-- Description of the task --
Take from the records below each line that holds "this".
::: Listed entries
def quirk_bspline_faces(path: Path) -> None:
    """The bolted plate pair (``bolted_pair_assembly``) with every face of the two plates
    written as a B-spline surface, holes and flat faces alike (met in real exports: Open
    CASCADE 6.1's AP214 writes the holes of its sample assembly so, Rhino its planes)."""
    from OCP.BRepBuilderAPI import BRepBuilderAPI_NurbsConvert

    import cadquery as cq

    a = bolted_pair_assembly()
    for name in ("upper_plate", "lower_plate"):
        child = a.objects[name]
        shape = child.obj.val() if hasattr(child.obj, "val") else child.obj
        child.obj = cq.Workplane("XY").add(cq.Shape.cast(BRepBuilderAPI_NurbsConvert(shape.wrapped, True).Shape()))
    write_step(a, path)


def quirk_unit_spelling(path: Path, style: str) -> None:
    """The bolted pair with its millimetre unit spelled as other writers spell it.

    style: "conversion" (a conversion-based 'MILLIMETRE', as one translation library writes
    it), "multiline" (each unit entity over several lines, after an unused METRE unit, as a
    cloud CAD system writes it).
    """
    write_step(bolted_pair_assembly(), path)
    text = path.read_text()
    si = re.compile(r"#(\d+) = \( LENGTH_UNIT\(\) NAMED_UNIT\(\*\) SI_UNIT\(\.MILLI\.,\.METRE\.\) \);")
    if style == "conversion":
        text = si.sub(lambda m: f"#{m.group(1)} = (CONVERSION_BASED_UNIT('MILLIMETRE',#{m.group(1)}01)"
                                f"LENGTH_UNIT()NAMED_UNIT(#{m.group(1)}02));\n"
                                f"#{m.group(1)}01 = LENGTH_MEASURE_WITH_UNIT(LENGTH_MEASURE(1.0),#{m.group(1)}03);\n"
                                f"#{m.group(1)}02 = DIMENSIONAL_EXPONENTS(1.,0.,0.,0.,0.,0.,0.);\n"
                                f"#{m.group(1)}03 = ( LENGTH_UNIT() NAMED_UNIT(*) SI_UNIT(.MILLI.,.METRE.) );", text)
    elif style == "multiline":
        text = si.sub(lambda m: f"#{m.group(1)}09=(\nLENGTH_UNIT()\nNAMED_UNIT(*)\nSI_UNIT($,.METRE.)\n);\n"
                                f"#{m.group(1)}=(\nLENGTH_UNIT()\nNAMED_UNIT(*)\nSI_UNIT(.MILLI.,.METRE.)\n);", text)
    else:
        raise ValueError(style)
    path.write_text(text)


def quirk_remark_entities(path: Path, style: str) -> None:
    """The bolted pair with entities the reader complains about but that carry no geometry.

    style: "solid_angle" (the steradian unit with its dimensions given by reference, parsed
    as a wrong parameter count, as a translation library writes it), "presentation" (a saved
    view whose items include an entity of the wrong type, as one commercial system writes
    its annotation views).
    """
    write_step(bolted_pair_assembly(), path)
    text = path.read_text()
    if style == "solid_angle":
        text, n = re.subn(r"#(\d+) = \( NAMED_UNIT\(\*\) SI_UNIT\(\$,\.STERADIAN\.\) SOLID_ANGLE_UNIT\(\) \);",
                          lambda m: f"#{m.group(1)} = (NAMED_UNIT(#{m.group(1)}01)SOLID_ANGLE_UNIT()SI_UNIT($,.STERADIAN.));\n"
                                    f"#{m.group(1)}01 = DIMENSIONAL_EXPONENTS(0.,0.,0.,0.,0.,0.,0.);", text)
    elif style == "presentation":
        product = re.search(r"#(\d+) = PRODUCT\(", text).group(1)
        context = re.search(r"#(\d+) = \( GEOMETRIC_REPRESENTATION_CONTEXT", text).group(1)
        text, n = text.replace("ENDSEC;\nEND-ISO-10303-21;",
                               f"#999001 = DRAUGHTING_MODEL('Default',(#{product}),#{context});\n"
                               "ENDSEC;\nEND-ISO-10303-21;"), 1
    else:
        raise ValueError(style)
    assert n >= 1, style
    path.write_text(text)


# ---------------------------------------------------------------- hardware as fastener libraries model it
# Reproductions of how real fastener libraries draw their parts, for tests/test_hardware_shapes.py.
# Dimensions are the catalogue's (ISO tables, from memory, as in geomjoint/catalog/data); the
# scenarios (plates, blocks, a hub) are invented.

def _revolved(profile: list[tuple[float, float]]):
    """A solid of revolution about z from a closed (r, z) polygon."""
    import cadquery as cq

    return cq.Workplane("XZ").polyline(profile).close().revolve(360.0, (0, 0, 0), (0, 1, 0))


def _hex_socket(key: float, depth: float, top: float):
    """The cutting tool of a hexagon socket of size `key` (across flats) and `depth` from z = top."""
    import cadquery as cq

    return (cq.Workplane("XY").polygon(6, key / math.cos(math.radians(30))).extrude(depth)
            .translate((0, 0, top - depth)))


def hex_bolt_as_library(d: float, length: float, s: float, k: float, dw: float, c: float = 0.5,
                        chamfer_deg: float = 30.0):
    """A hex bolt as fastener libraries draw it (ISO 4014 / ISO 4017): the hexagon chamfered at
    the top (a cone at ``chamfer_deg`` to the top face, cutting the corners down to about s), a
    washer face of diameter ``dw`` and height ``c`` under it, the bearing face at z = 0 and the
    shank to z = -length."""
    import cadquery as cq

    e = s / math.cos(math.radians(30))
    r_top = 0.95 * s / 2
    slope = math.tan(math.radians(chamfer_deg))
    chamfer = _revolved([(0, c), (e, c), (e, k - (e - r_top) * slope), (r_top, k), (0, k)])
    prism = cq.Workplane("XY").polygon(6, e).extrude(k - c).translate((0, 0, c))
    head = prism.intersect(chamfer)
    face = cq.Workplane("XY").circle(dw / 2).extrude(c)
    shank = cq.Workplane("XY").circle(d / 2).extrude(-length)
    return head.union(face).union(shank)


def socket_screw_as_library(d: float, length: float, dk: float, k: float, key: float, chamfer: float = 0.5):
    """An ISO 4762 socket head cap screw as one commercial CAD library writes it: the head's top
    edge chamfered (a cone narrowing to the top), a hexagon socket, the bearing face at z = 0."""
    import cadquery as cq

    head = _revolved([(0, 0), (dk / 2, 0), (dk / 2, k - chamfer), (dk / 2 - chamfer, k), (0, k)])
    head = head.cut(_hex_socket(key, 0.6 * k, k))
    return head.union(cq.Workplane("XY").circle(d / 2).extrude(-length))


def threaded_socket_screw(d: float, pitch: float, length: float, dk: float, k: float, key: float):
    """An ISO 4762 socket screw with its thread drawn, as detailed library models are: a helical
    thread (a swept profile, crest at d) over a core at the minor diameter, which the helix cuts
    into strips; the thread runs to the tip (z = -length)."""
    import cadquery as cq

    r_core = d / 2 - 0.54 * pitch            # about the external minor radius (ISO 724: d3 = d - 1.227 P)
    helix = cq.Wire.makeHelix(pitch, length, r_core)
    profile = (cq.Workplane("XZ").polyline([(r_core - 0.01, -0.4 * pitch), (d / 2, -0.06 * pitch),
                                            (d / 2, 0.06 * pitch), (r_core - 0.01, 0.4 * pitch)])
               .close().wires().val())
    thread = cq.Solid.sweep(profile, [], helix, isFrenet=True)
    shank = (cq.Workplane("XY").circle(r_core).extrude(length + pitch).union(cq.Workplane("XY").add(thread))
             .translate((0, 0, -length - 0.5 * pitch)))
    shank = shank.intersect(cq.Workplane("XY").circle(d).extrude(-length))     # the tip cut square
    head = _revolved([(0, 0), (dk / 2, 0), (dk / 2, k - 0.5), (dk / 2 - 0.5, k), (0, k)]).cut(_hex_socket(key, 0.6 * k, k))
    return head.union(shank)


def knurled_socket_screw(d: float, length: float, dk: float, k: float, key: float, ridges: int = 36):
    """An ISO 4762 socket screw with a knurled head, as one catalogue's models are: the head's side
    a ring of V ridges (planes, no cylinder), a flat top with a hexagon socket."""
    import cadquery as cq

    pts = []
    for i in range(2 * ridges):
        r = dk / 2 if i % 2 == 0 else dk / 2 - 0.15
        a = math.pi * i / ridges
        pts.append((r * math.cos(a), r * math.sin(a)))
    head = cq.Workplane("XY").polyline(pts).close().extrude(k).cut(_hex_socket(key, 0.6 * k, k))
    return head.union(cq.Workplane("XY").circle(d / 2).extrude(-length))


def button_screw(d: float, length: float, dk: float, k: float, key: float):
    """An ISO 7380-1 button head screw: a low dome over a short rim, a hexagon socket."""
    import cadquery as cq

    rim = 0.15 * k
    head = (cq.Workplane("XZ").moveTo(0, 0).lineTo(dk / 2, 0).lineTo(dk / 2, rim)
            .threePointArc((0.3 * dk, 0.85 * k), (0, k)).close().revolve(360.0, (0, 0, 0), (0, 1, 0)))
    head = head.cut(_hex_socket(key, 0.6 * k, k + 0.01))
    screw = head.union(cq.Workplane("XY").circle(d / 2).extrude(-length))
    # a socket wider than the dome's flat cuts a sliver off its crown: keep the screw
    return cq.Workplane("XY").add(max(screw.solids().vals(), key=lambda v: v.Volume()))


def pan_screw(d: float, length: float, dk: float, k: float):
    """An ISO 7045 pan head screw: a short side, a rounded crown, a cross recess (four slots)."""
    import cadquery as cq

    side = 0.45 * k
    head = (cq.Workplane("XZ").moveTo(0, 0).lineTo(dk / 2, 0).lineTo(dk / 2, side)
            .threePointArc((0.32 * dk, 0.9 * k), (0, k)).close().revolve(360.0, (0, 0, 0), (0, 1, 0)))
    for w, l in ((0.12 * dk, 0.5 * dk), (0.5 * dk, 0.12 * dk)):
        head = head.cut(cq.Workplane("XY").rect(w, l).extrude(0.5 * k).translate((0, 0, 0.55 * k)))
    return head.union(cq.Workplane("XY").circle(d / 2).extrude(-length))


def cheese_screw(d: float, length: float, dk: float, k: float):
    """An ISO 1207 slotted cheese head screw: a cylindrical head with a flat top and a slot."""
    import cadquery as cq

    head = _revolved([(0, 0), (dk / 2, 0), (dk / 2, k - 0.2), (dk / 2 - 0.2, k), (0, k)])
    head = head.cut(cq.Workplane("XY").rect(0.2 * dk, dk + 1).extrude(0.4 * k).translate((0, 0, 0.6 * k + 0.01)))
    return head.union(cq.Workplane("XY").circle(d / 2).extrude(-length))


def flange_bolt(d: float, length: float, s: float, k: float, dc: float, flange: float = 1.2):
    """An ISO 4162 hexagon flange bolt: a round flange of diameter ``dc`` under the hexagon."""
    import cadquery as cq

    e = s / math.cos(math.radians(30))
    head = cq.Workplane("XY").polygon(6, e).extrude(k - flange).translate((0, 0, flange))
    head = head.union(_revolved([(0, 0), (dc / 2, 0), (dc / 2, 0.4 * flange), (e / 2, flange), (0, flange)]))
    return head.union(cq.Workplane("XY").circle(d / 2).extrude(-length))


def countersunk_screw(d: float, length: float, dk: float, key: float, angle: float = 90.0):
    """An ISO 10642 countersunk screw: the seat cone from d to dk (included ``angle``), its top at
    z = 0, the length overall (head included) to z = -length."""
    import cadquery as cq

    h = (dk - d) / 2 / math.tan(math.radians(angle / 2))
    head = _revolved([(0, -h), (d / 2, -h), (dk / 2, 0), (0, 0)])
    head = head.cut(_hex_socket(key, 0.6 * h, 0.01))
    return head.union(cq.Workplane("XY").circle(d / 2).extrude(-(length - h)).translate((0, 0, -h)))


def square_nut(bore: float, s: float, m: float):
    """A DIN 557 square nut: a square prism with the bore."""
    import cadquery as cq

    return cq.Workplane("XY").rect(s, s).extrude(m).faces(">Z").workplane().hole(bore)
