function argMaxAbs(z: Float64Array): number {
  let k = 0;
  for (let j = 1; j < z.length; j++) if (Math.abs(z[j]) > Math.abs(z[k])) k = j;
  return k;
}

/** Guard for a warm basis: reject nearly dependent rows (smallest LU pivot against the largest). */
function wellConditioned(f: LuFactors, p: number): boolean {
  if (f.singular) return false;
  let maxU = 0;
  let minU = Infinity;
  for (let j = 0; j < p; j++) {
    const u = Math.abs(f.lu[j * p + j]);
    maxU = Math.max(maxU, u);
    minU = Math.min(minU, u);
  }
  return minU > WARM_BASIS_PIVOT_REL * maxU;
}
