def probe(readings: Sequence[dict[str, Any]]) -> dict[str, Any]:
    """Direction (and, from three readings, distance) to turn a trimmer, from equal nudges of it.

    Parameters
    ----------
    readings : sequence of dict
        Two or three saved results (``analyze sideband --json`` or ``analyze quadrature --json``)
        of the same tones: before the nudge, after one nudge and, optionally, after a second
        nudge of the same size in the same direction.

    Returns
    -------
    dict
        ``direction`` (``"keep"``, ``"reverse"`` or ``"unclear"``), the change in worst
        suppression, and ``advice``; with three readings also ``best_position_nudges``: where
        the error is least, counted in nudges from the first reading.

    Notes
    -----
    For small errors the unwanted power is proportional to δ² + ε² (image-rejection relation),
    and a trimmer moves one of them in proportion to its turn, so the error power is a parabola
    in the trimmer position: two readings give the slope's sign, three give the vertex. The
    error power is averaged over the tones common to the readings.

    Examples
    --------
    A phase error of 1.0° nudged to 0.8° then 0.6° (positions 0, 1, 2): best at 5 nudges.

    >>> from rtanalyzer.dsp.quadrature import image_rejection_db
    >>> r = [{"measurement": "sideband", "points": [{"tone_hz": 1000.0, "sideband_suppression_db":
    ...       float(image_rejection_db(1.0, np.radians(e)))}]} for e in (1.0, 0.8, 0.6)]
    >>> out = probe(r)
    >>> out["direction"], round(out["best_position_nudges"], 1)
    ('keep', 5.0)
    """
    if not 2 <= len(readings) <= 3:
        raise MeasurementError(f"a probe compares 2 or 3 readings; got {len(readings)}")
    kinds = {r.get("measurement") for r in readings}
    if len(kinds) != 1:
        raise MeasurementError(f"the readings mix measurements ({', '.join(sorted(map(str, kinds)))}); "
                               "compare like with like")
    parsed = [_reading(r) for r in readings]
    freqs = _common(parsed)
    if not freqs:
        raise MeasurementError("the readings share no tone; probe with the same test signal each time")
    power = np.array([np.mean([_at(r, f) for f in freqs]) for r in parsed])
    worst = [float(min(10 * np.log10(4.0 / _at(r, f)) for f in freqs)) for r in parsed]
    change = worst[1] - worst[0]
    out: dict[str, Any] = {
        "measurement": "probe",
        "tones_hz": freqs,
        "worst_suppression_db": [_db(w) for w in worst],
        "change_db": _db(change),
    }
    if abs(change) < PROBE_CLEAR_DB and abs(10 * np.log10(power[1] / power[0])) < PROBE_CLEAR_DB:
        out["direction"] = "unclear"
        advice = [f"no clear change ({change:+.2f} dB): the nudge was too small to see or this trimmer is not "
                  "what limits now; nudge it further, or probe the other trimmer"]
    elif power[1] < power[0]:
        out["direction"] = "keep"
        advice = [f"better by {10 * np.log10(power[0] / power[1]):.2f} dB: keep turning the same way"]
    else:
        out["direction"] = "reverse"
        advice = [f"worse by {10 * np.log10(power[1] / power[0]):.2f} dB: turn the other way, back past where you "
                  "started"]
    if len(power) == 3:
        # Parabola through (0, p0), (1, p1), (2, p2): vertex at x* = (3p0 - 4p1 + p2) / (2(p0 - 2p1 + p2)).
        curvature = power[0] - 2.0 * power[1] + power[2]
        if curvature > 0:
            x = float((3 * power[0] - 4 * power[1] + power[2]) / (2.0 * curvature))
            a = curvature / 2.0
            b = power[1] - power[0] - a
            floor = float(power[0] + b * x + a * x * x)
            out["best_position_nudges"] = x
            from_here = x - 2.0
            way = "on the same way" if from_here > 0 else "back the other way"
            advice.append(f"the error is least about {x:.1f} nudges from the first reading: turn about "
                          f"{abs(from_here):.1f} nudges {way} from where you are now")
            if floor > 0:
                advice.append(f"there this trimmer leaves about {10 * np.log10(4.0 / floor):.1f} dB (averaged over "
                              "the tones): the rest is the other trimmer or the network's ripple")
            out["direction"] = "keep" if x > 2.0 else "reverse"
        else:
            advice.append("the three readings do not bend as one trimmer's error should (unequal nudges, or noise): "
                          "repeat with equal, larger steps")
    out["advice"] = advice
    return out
::::::
::: Listed entries
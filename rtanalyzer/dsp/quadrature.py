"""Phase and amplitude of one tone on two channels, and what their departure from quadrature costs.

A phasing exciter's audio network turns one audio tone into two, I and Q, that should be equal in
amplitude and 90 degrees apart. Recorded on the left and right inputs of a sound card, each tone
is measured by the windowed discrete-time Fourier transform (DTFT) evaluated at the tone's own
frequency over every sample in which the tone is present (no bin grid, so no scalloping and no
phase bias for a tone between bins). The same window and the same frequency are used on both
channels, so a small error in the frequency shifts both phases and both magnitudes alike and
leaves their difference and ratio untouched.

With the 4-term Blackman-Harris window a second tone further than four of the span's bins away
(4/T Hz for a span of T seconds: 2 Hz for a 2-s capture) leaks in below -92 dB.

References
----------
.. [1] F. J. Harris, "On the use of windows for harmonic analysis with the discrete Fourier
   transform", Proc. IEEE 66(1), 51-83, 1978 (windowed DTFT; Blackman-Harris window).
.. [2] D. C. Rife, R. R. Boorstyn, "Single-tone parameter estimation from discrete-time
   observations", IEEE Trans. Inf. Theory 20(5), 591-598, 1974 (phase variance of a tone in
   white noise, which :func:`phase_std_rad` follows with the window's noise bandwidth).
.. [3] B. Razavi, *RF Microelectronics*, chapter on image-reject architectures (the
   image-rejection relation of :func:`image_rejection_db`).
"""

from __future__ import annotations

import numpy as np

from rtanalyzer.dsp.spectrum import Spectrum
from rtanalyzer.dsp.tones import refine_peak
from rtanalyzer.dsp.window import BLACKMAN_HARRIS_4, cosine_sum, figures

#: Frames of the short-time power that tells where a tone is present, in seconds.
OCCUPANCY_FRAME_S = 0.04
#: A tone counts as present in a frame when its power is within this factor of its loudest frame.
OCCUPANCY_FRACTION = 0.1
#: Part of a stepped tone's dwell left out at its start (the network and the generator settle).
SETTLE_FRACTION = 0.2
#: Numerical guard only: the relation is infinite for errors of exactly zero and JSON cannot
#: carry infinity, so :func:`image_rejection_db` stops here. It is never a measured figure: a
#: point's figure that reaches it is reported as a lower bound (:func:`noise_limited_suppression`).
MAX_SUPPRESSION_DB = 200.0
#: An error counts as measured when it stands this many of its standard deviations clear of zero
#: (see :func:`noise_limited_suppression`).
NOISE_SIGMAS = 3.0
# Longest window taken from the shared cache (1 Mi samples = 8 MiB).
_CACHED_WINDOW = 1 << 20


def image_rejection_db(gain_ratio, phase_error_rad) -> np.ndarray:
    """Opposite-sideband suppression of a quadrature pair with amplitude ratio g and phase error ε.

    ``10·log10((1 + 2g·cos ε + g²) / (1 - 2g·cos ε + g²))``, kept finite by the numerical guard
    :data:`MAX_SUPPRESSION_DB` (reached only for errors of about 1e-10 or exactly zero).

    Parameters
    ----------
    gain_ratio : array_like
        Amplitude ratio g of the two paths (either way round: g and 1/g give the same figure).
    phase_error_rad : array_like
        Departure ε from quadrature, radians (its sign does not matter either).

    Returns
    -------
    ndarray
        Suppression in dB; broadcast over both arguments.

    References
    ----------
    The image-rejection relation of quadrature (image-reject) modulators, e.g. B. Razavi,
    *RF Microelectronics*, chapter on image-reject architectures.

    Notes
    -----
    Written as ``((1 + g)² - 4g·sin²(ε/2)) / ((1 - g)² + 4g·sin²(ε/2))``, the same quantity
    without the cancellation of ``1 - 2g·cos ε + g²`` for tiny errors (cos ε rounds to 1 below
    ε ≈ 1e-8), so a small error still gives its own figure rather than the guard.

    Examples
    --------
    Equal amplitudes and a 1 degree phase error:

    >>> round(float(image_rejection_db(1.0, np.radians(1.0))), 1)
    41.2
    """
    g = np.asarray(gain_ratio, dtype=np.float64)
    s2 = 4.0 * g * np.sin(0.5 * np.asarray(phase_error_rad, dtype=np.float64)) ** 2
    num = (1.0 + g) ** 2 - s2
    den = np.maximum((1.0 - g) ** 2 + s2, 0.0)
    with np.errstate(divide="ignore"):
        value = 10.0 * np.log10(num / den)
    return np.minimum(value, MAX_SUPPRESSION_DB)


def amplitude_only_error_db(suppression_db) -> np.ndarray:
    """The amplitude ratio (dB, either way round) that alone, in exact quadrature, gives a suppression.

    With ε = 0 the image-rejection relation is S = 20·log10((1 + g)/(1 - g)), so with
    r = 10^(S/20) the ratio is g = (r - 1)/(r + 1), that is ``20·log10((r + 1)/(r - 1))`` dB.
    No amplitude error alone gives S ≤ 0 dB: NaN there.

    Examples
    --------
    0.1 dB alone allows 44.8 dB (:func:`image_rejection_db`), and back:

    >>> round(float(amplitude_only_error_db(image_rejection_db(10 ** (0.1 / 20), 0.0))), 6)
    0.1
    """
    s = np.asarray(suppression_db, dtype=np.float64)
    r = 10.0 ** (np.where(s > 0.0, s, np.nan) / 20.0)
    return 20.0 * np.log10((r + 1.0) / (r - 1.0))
::::::
-- Exercise output --
        advice = [f"no clear change ({change:+.2f} dB): the nudge was too small to see or this trimmer is not "
                advice.append(f"there this trimmer leaves about {10 * np.log10(4.0 / floor):.1f} dB (averaged over "
#: A tone counts as present in a frame when its power is within this factor of its loudest frame.
#: An error counts as measured when it stands this many of its standard deviations clear of zero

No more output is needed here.